In general, the unknown UAC communication system is simplified by an Nth order finite impulse response (FIR) filter with an impulse response which is h = [h 0, h 1, , h N ‐ 1]T. In addition, the corresponding input vector regression of the adaptive equalization filter is assumed as x(n) = [x(n), x(n − 1), , x(n − M + 1)]T and the tap weight vector is w(k) = [w 0(k), w 1(k), , w M − 1(k)]T, where n is the time index and M is the length of the equalizer taps, given that s(n) is the initial training sequences and v(n), which is to substitute the ambient noise of real underwater environment, is the independent white Gaussian noise with zero mean and variance \( {\delta}_n^2 \). Besides, the inner structure of training sequences is [0, 1, 0, 1, , 0, 1], because changeable sequences could better track channels. Finally, the desired output sequences d(n) can be defined as

$$ d(n)=s(n)\cdot h+v(n) $$
(3)

where d is the outcome of the training sequences s influenced by channel response h and v(n).

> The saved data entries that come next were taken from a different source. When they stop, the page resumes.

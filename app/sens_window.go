package main

// Analyse ▸ Sensitivity over time…: the scaled sensitivity ∂ln y/∂ln p of
// one species (or assignment) to each parameter along the run, from the
// forward sensitivities of app/calibrate (the code path of the batch
// command's simulate --sensitivities), as a heat map of time across and
// parameters up.

import (
	"context"
	"fmt"

	"fyne.io/fyne/v2"
	"fyne.io/fyne/v2/container"
	"fyne.io/fyne/v2/theme"
	"fyne.io/fyne/v2/widget"
	"gonum.org/v1/plot"

	"kinetarium/app/calibrate"
	"kinetarium/app/run"
	"kinetarium/internal/atomicfile"
	"kinetarium/network"
	"kinetarium/plotting"
)

// sensOutcome is one computation of the window.
type sensOutcome struct {
	res     *calibrate.Result
	targets []string
	base    []float64
}

// timeSensWindow shows the scaled sensitivities of a chosen output over
// time.
type timeSensWindow struct {
	win      fyne.Window
	model    *network.Model
	output   *widget.Select
	ctl      *runControls
	fig      *studyFigure
	out      *sensOutcome
	targets  []string
	afterRun func() // called when a run has ended and its results are shown
}

func (w *mainWindow) openTimeSensitivity() {
	m, name, ok := w.studyModel()
	if !ok {
		return
	}
	s, err := newTimeSensWindow(w.app, m, name)
	if err != nil {
		w.showError(err)
		return
	}
	s.win.Show()
	s.start()
}

func newTimeSensWindow(a fyne.App, m *network.Model, name string) (*timeSensWindow, error) {
	names := calibrate.MeasurableNames(m)
	if len(names) == 0 || len(m.Parameters) == 0 {
		return nil, fmt.Errorf("sensitivities over time need a species and a parameter; the model has %d and %d", len(m.Species), len(m.Parameters))
	}
	s := &timeSensWindow{win: a.NewWindow("Sensitivity over time — " + name), model: m}
	for _, p := range m.Parameters {
		s.targets = append(s.targets, p.Name)
	}
	s.output = widget.NewSelect(names, func(string) { s.draw() })
	s.output.SetSelected(names[0])
	s.ctl = newRunControls(s.start)
	s.fig = newStudyFigure("Press Run to compute the sensitivities.")
	intro := widget.NewLabel("Each cell is the scaled sensitivity ∂ln y/∂ln p: the per cent change of the chosen quantity y at that time " +
		"for a one per cent change of the parameter p. Near 0 the parameter hardly matters then; ±1 means proportional.")
	intro.Wrapping = fyne.TextWrapWord
	exportTable := widget.NewButtonWithIcon("Table…", theme.DocumentSaveIcon(), s.exportTable)
	exportFig := widget.NewButtonWithIcon("Figure…", theme.DocumentSaveIcon(), s.exportFigure)
	top := container.NewVBox(intro, widget.NewForm(widget.NewFormItem("Quantity", s.output)), s.ctl.content)
	bar := container.NewHBox(widget.NewLabel("Export:"), exportTable, exportFig)
	s.win.SetContent(container.NewBorder(top, bar, nil, nil, s.fig))
	s.win.Resize(fyne.NewSize(980, 700))
	return s, nil
}

// start computes every output's sensitivities to every parameter, off
// the UI goroutine.
func (s *timeSensWindow) start() {
	m := s.model
	targets := s.targets
	runAsync(s.ctl, func(ctx context.Context, progress func(float64)) (*sensOutcome, error) {
		ev, err := calibrate.NewEvaluator(m, calibrate.Options{Targets: targets})
		if err != nil {
			return nil, err
		}
		res, err := ev.Solve(ctx, nil, true)
		if err != nil {
			return nil, err
		}
		progress(1)
		return &sensOutcome{res: res, targets: targets, base: ev.Base()}, nil
	}, func(o *sensOutcome, err error) {
		if s.afterRun != nil {
			defer s.afterRun()
		}
		if err != nil {
			s.ctl.status.SetText("The sensitivities could not be computed: " + plainError(err))
			return
		}
		s.out = o
		s.ctl.status.SetText(fmt.Sprintf("Sensitivities of %d quantities to %d parameters at %d times.", len(o.res.Names), len(o.targets), len(o.res.T)))
		s.draw()
	})
}

// figure draws the heat map of the chosen output.
func (s *timeSensWindow) figure() (*plot.Plot, error) {
	if s.out == nil {
		return nil, fmt.Errorf("nothing computed yet")
	}
	k := -1
	for i, n := range s.out.res.Names {
		if n == s.output.Selected {
			k = i
		}
	}
	if k < 0 {
		return nil, fmt.Errorf("no quantity %q", s.output.Selected)
	}
	z := calibrate.ScaledGrid(s.out.res, k, s.out.base)
	logX := s.model.Simulation.WithDefaults().Output.Spacing == "log"
	p, err := plotting.SensitivityMap(s.out.res.T, s.out.targets, z, plotting.Options{Title: "Scaled sensitivity of " + s.output.Selected,
		XLabel: "time", XUnit: s.model.Units.Time, YLabel: "parameter", LogX: logX}, "∂ln "+s.output.Selected+"/∂ln p")
	if err != nil {
		return nil, err
	}
	return p, nil
}

func (s *timeSensWindow) draw() {
	if s.out == nil {
		return
	}
	p, err := s.figure()
	if err != nil {
		s.fig.set(nil, "The figure cannot be drawn: "+err.Error())
		return
	}
	s.fig.set(p, "")
}

func (s *timeSensWindow) provenance() (*run.Provenance, error) {
	return run.NewProvenance("sensitivities", s.model, s.model.Simulation, nil)
}

// exportTable writes the batch command's sensitivity table (every output,
// parameter and time).
func (s *timeSensWindow) exportTable() {
	s.ctl.exportTable(s.win, s.out != nil, "sensitivities.csv", func(path string) error {
		prov, err := s.provenance()
		if err != nil {
			return err
		}
		if err := atomicfile.WriteCSV(path, calibrate.SensitivityRows(s.out.res, s.out.targets, s.out.base)); err != nil {
			return err
		}
		return run.SaveProvenance(path, prov)
	})
}

func (s *timeSensWindow) exportFigure() {
	if s.out == nil {
		s.ctl.status.SetText("Nothing to export yet: press Run first.")
		return
	}
	exportPlot(s.win, "sensitivity-"+fileName(s.output.Selected), s.provenance, s.figure,
		func(path string) { s.ctl.status.SetText("Figure saved to " + path) })
}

Prior to starting with iterations and updating the tap weights, a significant step needs to be done, which is roughly estimating the tap weights with the aid of LS channel estimation algorithm. Firstly, we need to cut out s and d so that they are in the same length of equalizer taps, then we obtain \( \overline{s}=\left[s(0),s(1),\cdots, s\left(M-1\right)\right] \) and \( \overline{d}=\left[d(0),d(1),\cdots, d\left(M-1\right)\right] \). Next, a discrete fast Fourier transform is conducted on both of them as

$$ \overline{S}(k)=\sum_{n=0}^{M-1}\overline{s}(n){W}_M^{kn} $$
(4)
$$ \overline{D}(k)=\sum_{n=0}^{M-1}\overline{d}(n){W}_M^{kn} $$
(5)

where \( {W}_M={e}^{-j\frac{2\pi }{M}} \) and k = 0, 1, , M − 1.

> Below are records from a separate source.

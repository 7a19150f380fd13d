package network

import (
	"fmt"
	"math/rand/v2"
	"testing"

	"gonum.org/v1/gonum/mat"

	"kinetarium/solve"
)

// bigModel generates a network of n species and 3n reactions: unimolecular
// and bimolecular mass action (some reversible), Michaelis–Menten and Hill
// expressions.
func bigModel(n int) *Model {
	rng := rand.New(rand.NewPCG(42, 1))
	m := &Model{}
	for i := 0; i < n; i++ {
		m.Species = append(m.Species, Species{Name: fmt.Sprintf("X%d", i), Initial: 0.1 + rng.Float64()})
	}
	m.Parameters = []Parameter{{Name: "kf", Value: 1}, {Name: "kb", Value: 0.1}, {Name: "Vm", Value: 2},
		{Name: "Km", Value: 0.5}, {Name: "a", Value: 1}, {Name: "K", Value: 0.3}, {Name: "h", Value: 2}}
	x := func() string { return fmt.Sprintf("X%d", rng.IntN(n)) }
	for r := 0; r < 3*n; r++ {
		rx := Reaction{Name: fmt.Sprintf("r%d", r)}
		switch k := rng.IntN(10); {
		case k < 4:
			rx.Equation = x() + " -> " + x()
			rx.Rate = NewRate(MassAction, "k", Named("kf"))
		case k < 7:
			rx.Equation = x() + " + " + x() + " <=> " + x()
			rx.Rate = NewRate(MassAction, "k", Named("kf"), "k_reverse", Named("kb"))
		case k < 9:
			rx.Equation = x() + " -> " + x()
			rx.Rate = NewRate(MichaelisMenten, "vmax", Named("Vm"), "km", Named("Km"))
		default:
			rx.Equation = x() + " -> " + x()
			rx.Rate = Rate{Law: Expression, Expression: "a*" + x() + "/(1 + (" + x() + "/K)^h)"}
		}
		m.Reactions = append(m.Reactions, rx)
	}
	return m
}

func benchSystem(b *testing.B) (*System, []float64) {
	s, err := Compile(bigModel(1000))
	if err != nil {
		b.Fatal(err)
	}
	return s, s.Initial()
}

func BenchmarkRHS1000(b *testing.B) {
	s, y := benchSystem(b)
	f := make([]float64, s.Dim())
	b.ReportAllocs()
	for b.Loop() {
		s.RHS(1, y, f)
	}
}

func BenchmarkJacobian1000(b *testing.B) {
	s, y := benchSystem(b)
	jac := mat.NewDense(s.Dim(), s.Dim(), nil)
	b.ReportAllocs()
	for b.Loop() {
		s.Jacobian(1, y, jac)
	}
}

func BenchmarkJacobianCSR1000(b *testing.B) {
	s, y := benchSystem(b)
	_, ci := s.JacobianPattern()
	vals := make([]float64, len(ci))
	b.ReportAllocs()
	for b.Loop() {
		s.JacobianCSR(1, y, vals)
	}
}

func BenchmarkCompile1000(b *testing.B) {
	m := bigModel(1000)
	b.ReportAllocs()
	for b.Loop() {
		if _, err := Compile(m); err != nil {
			b.Fatal(err)
		}
	}
}

func TestBigModelJacobian(t *testing.T) {
	s := mustCompile(t, bigModel(60))
	checkJacobianFD(t, "generated network", s, randomState(newRng(), s))
}

// iterationMatrix returns c·I − J at the initial state of bigModel(n), the
// matrix the implicit solvers factorize, with c = 1/(0.25·h) for h = 0.01.
func iterationMatrix(b *testing.B, n int) (*System, []float64) {
	s, err := Compile(bigModel(n))
	if err != nil {
		b.Fatal(err)
	}
	j := mat.NewDense(n, n, nil)
	s.Jacobian(0, s.Initial(), j)
	m := make([]float64, n*n)
	for i := range n {
		for k := range n {
			m[i*n+k] = -j.At(i, k)
		}
		m[i*n+i] += 1 / (0.25 * 0.01)
	}
	return s, m
}

// BenchmarkLinearSolvers times one factorization and one solve of the
// iteration matrix of generated networks with the dense LU and the sparse
// LU; it is how solve's sparse threshold was chosen.
func BenchmarkLinearSolvers(b *testing.B) {
	for _, n := range []int{20, 50, 100, 200, 1000} {
		s, m := iterationMatrix(b, n)
		rp, ci := s.JacobianPattern()
		sp, err := solve.NewSparseLU(n, rp, ci)
		if err != nil {
			b.Fatal(err)
		}
		rhs := make([]float64, n)
		for _, c := range []struct {
			name string
			ls   solve.LinearSolver
		}{{"dense", solve.NewLU(n)}, {"sparse", sp}} {
			b.Run(fmt.Sprintf("n=%d/%s", n, c.name), func(b *testing.B) {
				b.ReportAllocs()
				for b.Loop() {
					if err := c.ls.Factor(m); err != nil {
						b.Fatal(err)
					}
					c.ls.Solve(rhs)
				}
				if c.name == "dense" {
					b.ReportMetric(2*float64(n)*float64(n)*float64(n)/3, "flops")
				}
				if c.name == "sparse" {
					b.ReportMetric(float64(sp.FactorNonzeros())/float64(n), "LU-nnz/row")
					b.ReportMetric(sp.FactorFlops(), "flops")
				}
			})
		}
	}
}

func BenchmarkParamJacobianCSC1000(b *testing.B) {
	s, y := benchSystem(b)
	_, ri := s.ParamJacobianPattern()
	vals := make([]float64, len(ri))
	b.ReportAllocs()
	for b.Loop() {
		s.ParamJacobianCSC(1, y, vals)
	}
}

func BenchmarkParamJacobian1000(b *testing.B) {
	s, y := benchSystem(b)
	var jac mat.Dense
	b.ReportAllocs()
	for b.Loop() {
		s.ParamJacobian(1, y, &jac)
	}
}

// BenchmarkCheckCascade50 measures Check, unit check included, on the
// 50-species cascade: the editor runs it after every edit.
func BenchmarkCheckCascade50(b *testing.B) {
	m := loadExample(b, "signalling-cascade-50.json")
	b.ReportAllocs()
	for b.Loop() {
		Check(m)
	}
}

// BenchmarkRHSInhibited compares the right-hand side of a network of
// mixed-inhibition steps (expression route) with Michaelis–Menten steps
// (hand-written fast path) of the same size.
func BenchmarkRHSInhibited(b *testing.B) {
	for _, law := range []string{MichaelisMenten, MixedInhibition} {
		m := &Model{Species: []Species{{Name: "I", Initial: 0.3}}, Parameters: []Parameter{{Name: "V", Value: 1}, {Name: "K", Value: 2}}}
		for i := 0; i < 200; i++ {
			m.Species = append(m.Species, Species{Name: fmt.Sprintf("S%d", i), Initial: 1})
		}
		for i := 0; i < 199; i++ {
			r := NewRate(law, "vmax", "V", "km", "K")
			if law == MixedInhibition {
				r = NewRate(law, "vmax", "V", "km", "K", "inhibitor", "I", "ki", "K", "alpha_ki", "K")
			}
			m.Reactions = append(m.Reactions, Reaction{Name: fmt.Sprintf("r%d", i), Equation: fmt.Sprintf("S%d -> S%d", i, i+1), Rate: r})
		}
		s := mustCompile(b, m)
		y, f := s.Initial(), make([]float64, s.Dim())
		b.Run(law, func(b *testing.B) {
			b.ReportAllocs()
			for b.Loop() {
				s.RHS(0, y, f)
			}
		})
	}
}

Then, we can use the following formula to calculate the estimated frequency domain channel response \( \overline{H} \).

$$ \overline{H}(k)=\frac{\overline{D}(k)}{\overline{S}(k)} $$
(6)

Subsequently, we conduct an inverse Fourier transform on \( \frac{1}{\overline{H}} \) to gain original equalizer weights w 0 which is as follows:

$$ {w}_0=\sum_{k=0}^{M-1}\frac{1}{\overline{H}(k)}{W}_M^{- kn} $$
(7)

Since the initial coefficients of tap weights w(n) are obtained, we can utilize the general LMS algorithm to recursively update them as follows:

$$ w\left(n+1\right)=w(n)+2\mu \cdot e(n)\cdot s(n) $$
(8)
$$ e(n)=s(n)-{w}^T(n)\cdot d(n) $$
(9)

where μ is the step size of updating tap weights and e(n) is the error calculation output.

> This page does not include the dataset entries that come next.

package network

import (
	"math"
	"math/rand/v2"
	"testing"

	"gonum.org/v1/gonum/mat"
)

// The rates' Jacobians against the system's: f = N·v gives ∂f/∂y = N·∂v/∂y
// and ∂f/∂p = N·∂v/∂p (chain rule, common practice), on random networks
// with every law and with assignments and compartments; and ∂v/∂y against
// central finite differences of Rates (common practice).
func TestRateJacobiansAgainstSystem(t *testing.T) {
	rng := rand.New(rand.NewPCG(31, 32))
	for k := 0; k < 200; k++ {
		m := randomModel(rng)
		if k%2 == 1 {
			m = withAssignments(m)
		}
		s, err := Compile(m)
		if err != nil {
			t.Fatalf("network %d: %v", k, err)
		}
		y := randomState(rng, s)
		var n, e, ep, jac, dfdp mat.Dense
		s.ConcentrationStoichiometry(&n)
		s.RateJacobian(0.3, y, &e)
		s.RateParamJacobian(0.3, y, &ep)
		s.Jacobian(0.3, y, &jac)
		s.ParamJacobian(0.3, y, &dfdp)
		var ne, nep mat.Dense
		ne.Mul(&n, &e)
		nep.Mul(&n, &ep)
		for i := 0; i < s.Dim(); i++ {
			for j := 0; j < s.Dim(); j++ {
				if d := math.Abs(ne.At(i, j) - jac.At(i, j)); d > 1e-9*(1+math.Abs(jac.At(i, j))) {
					t.Fatalf("network %d: (N·∂v/∂y)[%d][%d] = %g, Jacobian %g", k, i, j, ne.At(i, j), jac.At(i, j))
				}
			}
			for j := range s.Parameters() {
				if d := math.Abs(nep.At(i, j) - dfdp.At(i, j)); d > 1e-9*(1+math.Abs(dfdp.At(i, j))) {
					t.Fatalf("network %d: (N·∂v/∂p)[%d][%d] = %g, parameter Jacobian %g", k, i, j, nep.At(i, j), dfdp.At(i, j))
				}
			}
		}
		// ∂v/∂y by central differences, fixed species included.
		nr := len(s.Reactions())
		vp, vm := make([]float64, nr), make([]float64, nr)
		for i := range y {
			h := 1e-6 * (1 + math.Abs(y[i]))
			yp := append([]float64(nil), y...)
			ym := append([]float64(nil), y...)
			yp[i] += h
			ym[i] -= h
			s.Rates(0.3, yp, vp)
			s.Rates(0.3, ym, vm)
			for j := 0; j < nr; j++ {
				fd := (vp[j] - vm[j]) / (2 * h)
				if d := math.Abs(fd - e.At(j, i)); d > 1e-5*(1+math.Abs(fd)) {
					t.Fatalf("network %d: ∂v%d/∂y%d = %g, finite differences %g", k, j, i, e.At(j, i), fd)
				}
			}
		}
	}
}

5 Simulation results and discussions

During the simulation, convergence rate of the proposed algorithm is compared with the traditional LMS algorithm. Figure 6 shows the MSE learning curves of two algorithms when μ(n) is set to a constant, 0.005, and the length of the equalizer taps is 70. The final outcome shows that the proposed algorithm has a faster convergence rate with less than 2000 iterations to reach the steady state. Since the ambient noises are neglected during this simulation, the MSE in steady state approximately reaches − 600 dB.

Fig. 6
figure 6

The MSE learning curves

The spectrogram of received signals is shown in Fig. 7. It is obvious that the received signals in frequency domain reach the peak roughly at − 8 and 8 kHz, which is mainly determined by the modulation.

Fig. 7
figure 7

The spectrogram of received signals when the SNR is 5 dB

In general, the unknown and variable errors in the steady state are mainly caused by the additive noise [7]. Hence, the bit error rate (BER) becomes another performance metric to further identify the robustness of this new method. In Fig. 8, the BER performances of the two methods are plotted, where the results are averaged over 500 independent trials. And the results show that our proposed algorithm has 0.5 dB better BER performance than LMS algorithm in a low SNR environment.

Fig. 8
figure 8

BER performances comparison between the referred two algorithms

In addition, Fig. 9 demonstrates that the length of training sequences could be effectively decreased when utilizing DR-LMS algorithm. During this simulation, the length of training sequences was cut down to one sixth of its original length.

Fig. 9
figure 9

BER performances among different reuse times i

6 Conclusions

In this paper, a novel equalization algorithm is proposed which utilize channel estimation to define the initial values of receiver equalizer taps. Simulations show that our new method has better performances both in convergence rate and BER compared with the original LMS algorithm. In addition, the proposed method could lessen the transmission of training sequences and save energy for underwater communication devices.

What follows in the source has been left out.